This means that, in addition to complying with specific standards relating to (for example) bloodborne pathogens, ionization radiation, and hazard communication, employers in the healthcare industry also have a general duty to protect members of the workforce against foreseeable risks to safety and health attributable to (for example) patient handling and workplace violence.
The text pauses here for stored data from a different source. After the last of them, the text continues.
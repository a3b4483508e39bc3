"""Measured sweeps taken at the connector: the feed line in comparison, fit and trim."""

from __future__ import annotations

import itertools
from dataclasses import replace

import numpy as np
import pytest
import skrf
from scipy.constants import c
from skrf.media import DefinedGammaZ0

from simkit.feedline import OnePort
from simkit.measured import compare
from simkit.measured.connector import FeedLineModel, at_connector, owners, values_of_line_alone
from simkit.measured.fit import fit
from simkit.measured.measurement import Measurement
from simkit.measured.nearest import nearest_cases
from simkit.measured.pairing import ModelledDip
from simkit.measured.simulator import Engine, Surrogate
from simkit.measured.stored import surrogate_of_results
from simkit.measured.touchstone import read_touchstone
from simkit.measured.trim import trim_fitted
from simkit.measured.variation import Known, Variation
from simkit.response.features import find_dips, reflection
from simkit.runner import run
from simkit.runner.progress import QuietProgress
from simkit.store import open_results
from simkit.study import load_study

from . import synthetic

LINE = """
[[feedline]]
kind = "line"
name = "pair"
length = "45 mm"
line = "uniform"
impedance = "110 ohm"
velocity_factor = 0.8
[[feedline]]
kind = "stub"
length = "30 mm"
line = "uniform"
impedance = "90 ohm"
[[feedline]]
kind = "line"
name = "cable"
length = "400 mm"
line = "uniform"
impedance = "50 ohm"
velocity_factor = 0.7
"""

LENGTH = {"feedline.pair.length": (30e-3, 60e-3)}
KNOWN_ARM = [Known("arm", 74.4e-3, 0.1e-3)]


def line(frequency_hz, impedance_ohm, velocity_factor):
    """A line without loss of an independent library."""
    return DefinedGammaZ0(
        skrf.Frequency.from_f(frequency_hz, unit="hz"),
        z0_port=50.0,
        z0=impedance_ohm,
        gamma=2j * np.pi * frequency_hz / (velocity_factor * c),
    )


def behind(frequency_hz, impedance_ohm, pair_m=45e-3, stub_m=30e-3, cable_m=0.4):
    """Reflection behind the feed line above, by scikit-rf's own elements."""
    pair, stub = line(frequency_hz, 110.0, 0.8), line(frequency_hz, 90.0, 1.0)
    cable = line(frequency_hz, 50.0, 0.7)
    load = pair.load(reflection(impedance_ohm, 50.0))
    load.renormalize(50.0)
    network = (
        cable.line(cable_m, "m")
        ** stub.shunt_delay_short(stub_m, "m")
        ** pair.line(pair_m, "m", z0=110.0)
        ** load
    )
    return network.s[:, 0, 0]


def measured(arm=74.4e-3, eps=3.0, noise=1e-3, points=401, **lengths_m):
    frequency_hz = np.linspace(*synthetic.BAND, points)
    gamma = behind(frequency_hz, synthetic.impedance(frequency_hz, arm, eps), **lengths_m)
    rng = np.random.default_rng(4)
    gamma = gamma + noise * (rng.standard_normal(points) + 1j * rng.standard_normal(points))
    return Measurement(synthetic.Path("gauge.s1p"), frequency_hz, gamma, 50.0)


@pytest.fixture(scope="module")
def study(tmp_path_factory):
    path = tmp_path_factory.mktemp("study") / "gauge.toml"
    path.write_text(synthetic.STUDY + LINE)
    return load_study(path)


@pytest.fixture(scope="module")
def model(study):
    """The formula's surrogate, which knows nothing but the feed, behind the study's feed line."""
    bare = synthetic.surrogate()
    nodes = []
    for (arm, eps), node in zip(
        itertools.product(*(axis.nodes for axis in bare.axes)), bare.nodes, strict=True
    ):
        f = np.linspace(*synthetic.BAND, 801)
        peaks = {}
        for number, (dip_hz, *_) in node.modes.items():
            place = int(np.argmin(abs(f - dip_hz)))
            peaks[number] = (dip_hz, 1 / (1 / synthetic.impedance(f, arm, eps)[place]).real)
        nodes.append(replace(node, peaks=peaks))
    variation = Variation(study)
    names = ["feedline.pair.length", "feedline.stub.length"]
    band = (synthetic.BAND[0] / 1.1, synthetic.BAND[1] * 1.1)
    return Surrogate(bare.axes, nodes, band, FeedLineModel(variation, {}), names)


def at(model, **values):
    return {
        "arm": 74.4e-3,
        "eps": 3.0,
        "feedline.pair.length": 45e-3,
        "feedline.stub.length": 30e-3,
    } | values


def test_the_model_at_the_connector_is_scikit_rfs_cascade(model):
    f = np.linspace(0.6e9, 3.0e9, 300)
    values = at(model, **{"feedline.pair.length": 52e-3})
    expected = behind(f, synthetic.impedance(f, 74.4e-3, 3.0), pair_m=52e-3)
    # the interpolation of the antenna is 1.6e-3 off at most; the line may turn that up
    assert np.abs(model.reflection(values, f) - expected).max() < 4e-3


def test_dips_are_those_of_the_connector_and_belong_to_modes(model):
    f = np.linspace(*model.band_hz, 4001)
    curve = behind(f, synthetic.impedance(f, 74.4e-3, 3.0))
    found = model.modes(at(model))
    assert found.half_waves == (1, 3)
    places = [dip.frequency_hz for dip in find_dips(f, curve)]
    for mode in range(2):
        assert np.isfinite(found.dip_hz[mode])
        off = min(abs(place / found.dip_hz[mode] - 1) for place in places)
        assert off < 1e-3  # of the interpolated antenna
    feed = model.feed_modes(at(model))
    assert abs(found.dip_hz[0] / feed.dip_hz[0] - 1) > 0.01
    assert np.array_equal(found.natural_hz, feed.natural_hz)


def test_a_length_of_the_feed_line_is_fitted(study, model):
    data = measured(pair_m=51e-3)
    result = fit(study, [data], LENGTH, known=KNOWN_ARM, also={"eps": (2.9, 3.1)}, surrogate=model)
    value = result.values[0]
    assert value.name == "feedline.pair.length"
    assert value.low < 51e-3 < value.high
    # an error of 10 ps of the analyser's delay looks like 2.4 mm of this line
    assert value.value == pytest.approx(51e-3, abs=1.5e-3)
    assert result.rms_after < 0.02 < result.rms_before
    # the line's own two nanoseconds are no missing port extension
    assert not any("the phase turns like behind" in note for note in result.notes)


@pytest.mark.parametrize("to", ["magnitude", "features"])
def test_other_measures_find_it_too(study, model, to):
    # without noise: the dips alone are four numbers for an antenna and a line
    data = measured(stub_m=33e-3, noise=1e-4)
    free = {"feedline.stub.length": (25e-3, 38e-3)}
    known = [*KNOWN_ARM, Known("eps", 3.0, 0.02)]
    result = fit(study, [data], free, known=known, surrogate=model, to=to)
    value = result.values[0]
    assert value.low < 33e-3 < value.high
    assert value.value == pytest.approx(33e-3, abs=1.5e-3)


def test_antenna_and_line_are_fitted_together(study, model):
    data = measured(eps=2.5, stub_m=33e-3)
    free = {"eps": (2.1, 3.3), "feedline.stub.length": (25e-3, 38e-3)}
    result = fit(study, [data], free, known=KNOWN_ARM, surrogate=model)
    found = result.fitted()
    assert found["eps"] == pytest.approx(2.5, rel=0.05)
    assert found["feedline.stub.length"] == pytest.approx(33e-3, abs=1e-3)
    assert "feedline.stub.length: 3" in result.as_text()
    text = result.study_text()
    assert 'length = "33' in text
    assert "fitted, was 30 mm" in text


def test_a_delay_that_is_left_is_called_one_of_the_connector(study, model):
    data = measured()
    turn = np.exp(-4j * np.pi * data.frequency_hz * 90e-12)
    late = replace(data, reflection=data.reflection * turn)
    known = [*KNOWN_ARM, Known("eps", 3.0, 0.05)]
    text = fit(study, [late], {}, known=known, surrogate=model).as_text()
    assert "the reference plane misses the connector by +9" in text


def test_a_dip_is_trimmed_by_the_feed_line(study, model):
    data = measured()
    known = [*KNOWN_ARM, Known("eps", 3.0, 0.05)]
    result = fit(study, [data], {}, known=known, also=LENGTH, surrogate=model)
    present = model.modes(at(model)).dip_hz[0]
    target = present * 1.01
    cut = trim_fitted(result, 1, target, "feedline.pair.length", (30e-3, 60e-3))
    assert abs(cut.change) > 1e-3
    f = np.linspace(0.7 * target, 1.3 * target, 2001)
    moved = behind(f, synthetic.impedance(f, 74.4e-3, 3.0), pair_m=45e-3 + cut.change)
    places = np.array([dip.frequency_hz for dip in find_dips(f, moved)])
    # half of the 0.5 % a trim is wanted to keep
    assert abs(places / target - 1).min() < 2.5e-3
    assert cut.of_feedline
    text = cut.as_text()
    assert "plain scaling" not in text
    assert "change `feedline.pair.length` by" in text
    assert "metal" not in text
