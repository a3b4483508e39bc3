"""Full-wave reference for bare strips: zero-thickness perfect conductors in free space.

Electric-field integral equation, Galerkin with the functions of Rao, Wilton and Glisson on flat
triangles. 1/R and R are integrated in closed form over one triangle of a near pair, the smooth rest
of the kernel and all far pairs by quadrature. The matrix is an entire function of the wave number,
so natural modes are found where it is singular, by inverse iteration at complex frequency; nothing
of the wire models is used. Lengths in metres, frequencies in hertz, time factor exp(+j omega t).

References
----------
Rao, Wilton, Glisson, "Electromagnetic scattering by surfaces of arbitrary shape", IEEE T-AP 30(3),
1982, doi:10.1109/TAP.1982.1142818.
"""

from __future__ import annotations

from dataclasses import dataclass
from functools import cached_property

import numpy as np
import scipy.linalg
import scipy.sparse
from sheet_integrals import THREE, collapsed_rule, potentials
from sheet_meshes import Mesh

SPEED_OF_LIGHT = 299792458.0
FREE_SPACE_OHM = 376.730313668
NEAR = 3.0
"""Pairs closer than this many times the longer triangle are integrated in closed form."""

VERY_NEAR = 1.3
ORDERS = (12, 5)
"""Outer rule of very near and of other near pairs: Gauss products of this order."""

CACHED = 24_000
"""Pairs worked on at a time, to stay in the processor's cache."""

KINDS = ("one", "x", "y", "dot")
"""Pair integrals of G times 1, the first point's x, its y, and r . r'."""


@dataclass(frozen=True)
class NaturalMode:
    """A complex frequency at which a current persists without a source.

    Attributes
    ----------
    pole_hz : complex
        Positive imaginary part: decay.
    current : (N,) complex array
        Edge currents in ampere per metre, largest 1.
    """

    pole_hz: complex
    current: np.ndarray

    @property
    def frequency_hz(self) -> float:
        return self.pole_hz.real

    @property
    def q(self) -> float:
        return self.pole_hz.real / (2 * self.pole_hz.imag)
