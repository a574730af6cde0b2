import { beforeAll, describe, expect, it } from 'vitest'
import { idempotency, requestHash } from '../../../src-server/http/idempotency'
import { testServer, type TestServer } from '../../support/server'

let server: TestServer
let personId: number
const now = () => new Date()

beforeAll(async () => {
  server = await testServer()
  personId = (await server.assembly.people.byEmail(server.assembly.database.queries, server.emailOf('reader')))!.id
}, 60_000)

describe('a request with a key', () => {
  const hash = requestHash('POST', '/api/things', { a: 1 })

  it('is worked on once when it comes 20 times at once, over two nodes', async () => {
    const nodes = [1, 2].map(() => idempotency(server.assembly.database.queries, now))
    let made = 0
    const work = async () => {
      await new Promise((done) => setTimeout(done, 50))
      made += 1
      return { status: 201, body: { number: made } }
    }
    const answers = await Promise.all(
      Array.from({ length: 20 }, (_, index) => nodes[index % 2]!.once(personId, 'twenty-at-once', hash, work)),
    )
    expect(made).toBe(1)
    expect(answers).toEqual(Array.from({ length: 20 }, () => ({ status: 201, body: { number: 1 } })))
  })

  it('is refused when the key came with another request', async () => {
    const keys = idempotency(server.assembly.database.queries, now)
    await keys.once(personId, 'used-before', hash, async () => ({ status: 200, body: 1 }))
    const other = requestHash('POST', '/api/things', { a: 2 })
    await expect(
      keys.once(personId, 'used-before', other, async () => ({ status: 200, body: 2 })),
    ).rejects.toMatchObject({
      code: 'key-reused',
    })
  })

  it('may be mended and sent again after it was refused', async () => {
    const keys = idempotency(server.assembly.database.queries, now)
    const refused = keys.once(personId, 'refused-once', hash, async () => {
      throw new Error('no')
    })
    await expect(refused).rejects.toThrow('no')
    const again = await keys.once(personId, 'refused-once', requestHash('POST', '/', 3), async () => ({
      status: 200,
      body: 3,
    }))
    expect(again.body).toBe(3)
  })

  it('is taken over when the node that worked on it died', async () => {
    const dead = idempotency(server.assembly.database.queries, () => new Date(Date.now() - 60_000))
    void dead.once(personId, 'node-died', hash, () => new Promise(() => {}))
    await new Promise((done) => setTimeout(done, 100))
    const keys = idempotency(server.assembly.database.queries, now)
    expect(await keys.once(personId, 'node-died', hash, async () => ({ status: 200, body: 4 }))).toEqual({
      status: 200,
      body: 4,
    })
  })
})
It is also important for employers to be aware of the OSHA training requirements. Many standards have mandatory training provisions that not only apply when a new employee joins the workforce, but annually thereafter. However, mandatory refresher OSHA training can often be integrated with the training requirements of other regulations – for example, CMS’ Emergency Preparedness Rule.
OSHA Compliance Certification
OSHA has a network of “Training Institute Education Centers” which offer certification and degree courses for individuals. The most practical OSHA course for compliance officers in the healthcare industry is the Health and Safety Fundamentals Certificate Program for General Industry because this course allows a degree of flexibility about what modules participants take to achieve a certification.
However, despite offering an on-site consultation program and compliance assistance specialists, OSHA does not have any type of compliance certification for businesses. This does seem a little unfair considering that employers have to post citations when they have done something wrong (and can be fined if they don’t), but cannot get officially recognized for doing something right!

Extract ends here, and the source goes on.